Foreclosure for an Extreme Makeover Family
I’ve only watched the Extreme Makeover: Home Edition once, but since I spent a couple of years working in the mortgage industry one of the first things that popped into my head was this: “How are these people going to deal with the higher taxes?” Whenever a home improvement is done the home appreciates in value, and this usually ends up with a county tax assessor scurrying to your house and increasing your taxes.
Apparently taxes aren’t the only issue. According to Fox News, one family decided that they should take out an equity loan based on the new value of the home. In case you didn’t know it, an equity loan is considered a subordinate mortgage, and that means that if you don’t pay an equity loan you’re going to lose your house just like if you didn’t pay on your primary mortgage.
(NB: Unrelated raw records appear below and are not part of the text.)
/* SPDX-License-Identifier: MIT
 *
 * Between the portfolio (recover.c) and its starting strategies.
 */
#ifndef FESCUE_SOLVE_RECOVER_INTERNAL_H
#define FESCUE_SOLVE_RECOVER_INTERNAL_H

#include "solve/solve_internal.h"

/* A projected objective and the trust region that goes down it, for one rank. */
struct descent {
    struct field field;
    struct arena arena;
    struct projection projection;
    struct trust trust;
};
/* Evaluated at the point (rank >= 1); the ridge is the problem's until the caller changes it. Not to be moved: its
   parts point at each other. */
fescue_status descent_open(struct problem *problem, const struct low_rank *point, struct descent *descent);
void descent_close(struct descent *descent);
/* Turns the frame so that W'W = diag(s^2), s descending, in projection.spectrum. The projection is to be evaluated
   again. */
fescue_status descent_turn(struct descent *descent);
/* After a turn: whether the residual is at most this share of the smallest component, so that Newton's steps can
   finish. */
bool descent_is_near(const struct descent *descent, double share);

/* A strategy makes a new point of the given rank, near a minimum if all goes well, for Newton's steps to finish. At
   the deadline it hurries, and the point has its rank all the same. On failure *out may hold memory; the caller frees
   it. */
struct recover_request {
    struct problem *problem;
    size_t rank;
    uint64_t seed;
    double deadline; /* clock_wall() second, or 0 */
    double weight;   /* what the strategy says */
    int steps;       /* at each rank, or on each rung */
};
typedef fescue_status recover_start(const struct recover_request *request, struct low_rank *out);
recover_start recover_growth, recover_weighted, recover_ladder;

/* FESCUE_STOPPED when asked to stop; *late: the deadline has passed. */
fescue_status recover_pause(const struct recover_request *request, bool *late);

#endif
They took out the equity loan to pay for a business they wanted to start. The business failed, they defaulted on the loan, and now they’re losing their house. It really is a shame whenever a family loses a home, but this is sad on many levels. These folks are going from a dilapidated home to a really great home to no home. Plus, the people who spent all that time volunteering and donating to make a great house for this family now have to watch the family walk away from it.
This is really a sad situation, and I feel really bad for everyone involved. It’s hard to not critisize the family for getting into this financial predicament to begin with, but then again I suppose it would indeed be tempting to make an attempt at starting a new life to go along with the new home.